I will be happy to continue investigating, but I suspect I am approaching the limits of what evidence I can gather from user land.
Here is the application demonstrating the issue on branch "servers": https://github.com/prettydiff/webserver/tree/servers
- clone repo && cd
- execute
npm install - execute
npm run build - execute
npm run server - The first run will generate a default server for hosting the dashboard, but on random ports. CTRL+C out of the application, change the port assignment in the dynamically created
servers.jsonfile to any ports of your choice. - execute the application again
npm run server - for some reason the problem occurs from any statically assigned port 100% of the time, but I just discovered it does not occur at all from a randomly assigned port.

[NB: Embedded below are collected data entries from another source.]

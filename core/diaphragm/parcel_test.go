package diaphragm

import (
	"errors"
	"math"
	"math/rand/v2"
	"reflect"
	"strconv"
	"strings"
	"testing"

	"hoopsheet/core/air"
)

// fullDocument is a document in which every text and number is filled in. All
// of it is invented.
func fullDocument() Diaphragm {
	return Diaphragm{
		Schema: Schema, ID: "01JZ7Q4M8WQ0T3X5B2N6V9C1DK", Name: "Film port 7, spare", Place: "Workshop 2, rack B, shelf 4",
		Notes: "Film from roll 31/b, cut across the web. Clamps tightened in three rounds to half a turn each, " +
			"then left over night. Two clamps (11 and 12) carry the cable bracket & its plate; \"light\" side up. " +
			"Ring was out of round by 0.4 mm before clamping. Ask Åse <test room> before moving it.",
		Created: "2026-03-02T08:15:30Z", Revision: 12, Invented: true,
		Ring: Ring{Radius: 1.4925, Clamps: 96, CTE: 11.7e-6},
		Sheet: Sheet{Material: "Polyester film (PET, biaxially oriented)", Thickness: 23.4e-6, Density: 1387.5, MeasuredArealDensity: 0.032467,
			E: 4.83e9, Nu: 0.38, CTE: 17.3e-6, AllowableStress: 33e6},
		Tension:      Tension{Nominal: 213.4, Tolerance: 0.075},
		Faces:        Faces{Upper: Face{Kind: FaceBaffled}, Lower: Face{Kind: FaceCavity, Depth: 1.234}},
		Surroundings: Surroundings{Temperature: 294.35, Pressure: 98720, Humidity: 0.43, ServiceMin: 258.15, ServiceMax: 318.15},
		Avoid: Avoid{Lowest: 4.5, Lines: []Line{
			{Name: "mains 50 Hz", Frequency: 50, HalfWidth: 0.02}, {Name: "supply fan, blade passing", Frequency: 23.75, HalfWidth: 0.06},
			{Name: "pump", Frequency: 16.53, HalfWidth: 0.05}, {Name: "mains 100 Hz", Frequency: 100, HalfWidth: 0.02}}},
		Damping: Damping{Ratio: 0.0123},
	}
}

// richDocument is fullDocument with everything that a real diaphragm may have,
// a cavity with its vent below and a wall above.
func richDocument() Diaphragm {
	d := fullDocument()
	d.Ring.HubRadius, d.Ring.OutOfRound, d.Ring.OutOfRoundAngle = 0.0315, 0.0004, 0.7
	d.Sheet.LossFactor = 0.017
	d.Tension.Rim, d.Tension.Bonded, d.Tension.WeftRatio, d.Tension.WarpAngle = RimSupported, true, 0.85, 0.35
	d.Tension.Harmonics = []Harmonic{{2, 0.034, 0.52}, {3, 0.012, 2.1}, {1, 0.02, 4.7}}
	d.Attached = Attached{
		Patches: []Patch{
			{Name: "accelerometer", Radius: 0.412, Angle: 1.31, Size: 0.0065, Mass: 0.0023, Rigid: true},
			{Name: "tape over a scratch", Radius: 0.75, Angle: 3.9, Size: 0.0125, Mass: 0.00041},
		},
		Strips: []Strip{{Name: "seam", Offset: 0.23, Angle: 1.5707963267948966, Width: 0.012, Mass: 0.0085}},
	}
	d.Faces.Upper.Fluid, d.Faces.Upper.Wall = air.FluidNitrogen, 0.65
	d.Faces.Lower.Fluid, d.Faces.Lower.VentArea, d.Faces.Lower.VentLength = air.FluidHelium, 0.00125, 0.018
	return d
}

// fullParcel is what a long hand-over looks like: 24 figures and 12 peaks of
// full precision.
func fullParcel() Parcel {
	random := rand.New(rand.NewPCG(7, 1))
	p := Parcel{Document: fullDocument(), Tapped: "2026-03-05T13:02:11+01:00", Sent: "2026-03-06T09:40:00Z", Engine: "1.0.0"}
	for _, id := range []string{"sheet.arealDensity", "sheet.stress", "air.density", "air.massRatio"} {
		p.Figures = append(p.Figures, Figure{id, random.Float64()})
	}
	for m := range 5 {
		for n := 1; n <= 4; n++ {
			p.Figures = append(p.Figures, Figure{"f." + strconv.Itoa(m) + "." + strconv.Itoa(n), 100 * random.Float64()})
		}
	}
	for i := range 12 {
		p.Peaks = append(p.Peaks, ChosenPeak{Frequency: 100 * random.Float64(), Uncertainty: 0.1 * random.Float64(), M: i % 5, N: 1 + i/5})
	}
	return p
}

func codeOf(err error) Code {
	var refusal *Refusal
	if errors.As(err, &refusal) {
		return refusal.Problems[0].Code
	}
	return ""
}

func TestParcelRoundTrip(t *testing.T) {
	want := fullParcel()
	data, err := EncodeParcel(want)
	if err != nil {
		t.Fatal(err)
	}
	got, err := DecodeParcel(data)
	if err != nil || !reflect.DeepEqual(got, want) {
		t.Errorf("got %+v (%v)\nwant %+v", got, err, want)
	}
	if KindOfFile(data) != FileParcel {
		t.Errorf("taken for %q", KindOfFile(data))
	}
}

// TestParcelHasNoNil checks that lists come back empty rather than missing.
func TestParcelHasNoNil(t *testing.T) {
	doc := fullDocument()
	doc.Avoid.Lines = nil
	data, err := EncodeParcel(Parcel{Document: doc})
	if err != nil {
		t.Fatal(err)
	}
	if strings.Contains(string(data), "null") {
		t.Errorf("the file holds null: %s", data)
	}
	got, err := DecodeParcel([]byte(strings.ReplaceAll(string(data), "[]", "null")))
	if err != nil || got.Figures == nil || got.Peaks == nil || got.Document.Avoid.Lines == nil {
		t.Errorf("got %+v (%v)", got, err)
	}
}

func TestDecodeParcelRefuses(t *testing.T) {
	data, err := EncodeParcel(fullParcel())
	if err != nil {
		t.Fatal(err)
	}
	whole := string(data)
	replace := func(old, new string) string {
		if !strings.Contains(whole, old) {
			t.Fatalf("the file does not hold %s", old)
		}
		return strings.Replace(whole, old, new, 1)
	}
	for _, row := range []struct {
		name, text string
		code       Code
		words      string
	}{
		{"empty", "", CodeCutShort, "ends in the middle"},
		{"other JSON", `{"format":"something"}`, CodeUnreadable, "not a hand-over file"},
		{"not JSON", "RIFF....", CodeUnreadable, "cannot be read"},
		{"newer file", replace(`"version": 1`, `"version": 2`), CodeNewer, "newer version"},
		{"no version", replace(`"version": 1`, `"version": 0`), CodeUnreadable, "which version"},
		{"newer document", replace(`"schema": 1`, `"schema": 2`), CodeNewer, "newer version"},
		{"text for a number", replace(`1.4925`, `"1.4925"`), CodeUnreadable, `"ring.radius" holds a text, and a number belongs there`},
		{"number for a text", replace(`"Film port 7, spare"`, `7`), CodeUnreadable, `"name" holds a number, and a text belongs there`},
		{"part of a clamp", replace(`"clamps": 96`, `"clamps": 96.5`), CodeUnreadable, `a whole number belongs there`},
		{"beyond all numbers", replace(`1.4925`, `1e999`), CodeUnreadable, `the number "1e999"`},
		{"NaN", replace(`1.4925`, `NaN`), CodeUnreadable, "cannot be read"},
		{"unknown member", replace(`"clamps": 96`, `"clamps": 96, "bolts": 3`), CodeUnreadable, `"bolts"`},
		{"unknown face", replace(`"baffled"`, `"glued"`), CodeUnreadable, `"glued"`},
		{"unknown fluid", replace(`"kind": "baffled"`, `"kind": "baffled", "fluid": "gravy"`), CodeUnreadable, `fluid at the upper face that is not known: "gravy"`},
		{"unknown rim", replace(`"nominal": 213.4`, `"nominal": 213.4, "rim": "nailed"`), CodeUnreadable, `kind of rim that is not known: "nailed"`},
		{"no document", `{"format":"hoopsheet hand-over","version":1}`, CodeUnreadable, "no specification"},
		{"list for a document", `{"format":"hoopsheet hand-over","version":1,"document":[]}`, CodeUnreadable, "a list"},
		{"negative frequency", replace(`"frequency": 7`, `"frequency": -7`), CodeUnreadable, "a peak must have"},
		{"no time", replace(`2026-03-06T09:40:00Z`, `yesterday`), CodeUnreadable, `"yesterday", which is not a time`},
		{"second value", whole + "{}", CodeUnreadable, "cannot be read"},
		{"huge", whole + strings.Repeat(" ", mostParcelBytes), CodeTooLarge, "1 MiB"},
		{"deep", `{"format":` + strings.Repeat("[", 20000), CodeUnreadable, "cannot be read"},
	} {
		_, err := DecodeParcel([]byte(row.text))
		if codeOf(err) != row.code || !strings.Contains(err.Error(), row.words) {
			t.Errorf("%s: %q %v; want %q with %q", row.name, codeOf(err), err, row.code, row.words)
		}
	}
	// Every beginning of the file is refused.
	for k := 0; k < len(whole)-2; k += 7 {
		if _, err := DecodeParcel([]byte(whole[:k])); codeOf(err) != CodeCutShort && !strings.Contains(err.Error(), "may be cut short") {
			t.Errorf("the first %d bytes: %q %v", k, codeOf(err), err)
		}
	}
}

func TestEncodeParcelRefuses(t *testing.T) {
	for _, bad := range []float64{math.NaN(), math.Inf(1), math.Inf(-1)} {
		p := fullParcel()
		p.Figures[3].Value = bad
		if _, err := EncodeParcel(p); err == nil || !strings.Contains(err.Error(), `"air.massRatio"`) {
			t.Errorf("figure %g: %v", bad, err)
		}
		p = fullParcel()
		p.Document.Sheet.E = bad
		if _, err := EncodeLink(p); err == nil || !strings.Contains(err.Error(), "not a finite number") {
			t.Errorf("modulus %g: %v", bad, err)
		}
		p = fullParcel()
		p.Peaks[0].Frequency = bad
		if _, err := EncodeLink(p); err == nil || !strings.Contains(err.Error(), "a peak must have") {
			t.Errorf("peak %g: %v", bad, err)
		}
	}
}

This means it is crashing on net socket error even when there are no sockets connected.
The error can be suppressed by uncommenting the following three lines and repeating the process above (except for npm install): https://github.com/prettydiff/webserver/blob/servers/lib/transmit/server.ts#L291-L293
The actual failure occurs from this line: https://github.com/prettydiff/webserver/blob/servers/lib/utilities/port_map.ts#L75
This logic guarantees the error will occur within 10 seconds of application start regardless of further action and no connections: https://github.com/prettydiff/webserver/blob/servers/lib/index.ts#L75-L79
This issue/PR was marked as stalled, it will be automatically closed in 30 days. If it should remain open, please leave a comment explaining why it should remain open.
Closing this because it has stalled. Feel free to reopen if this issue/PR is still relevant, or to ping the collaborator who labelled it stalled if you have any questions.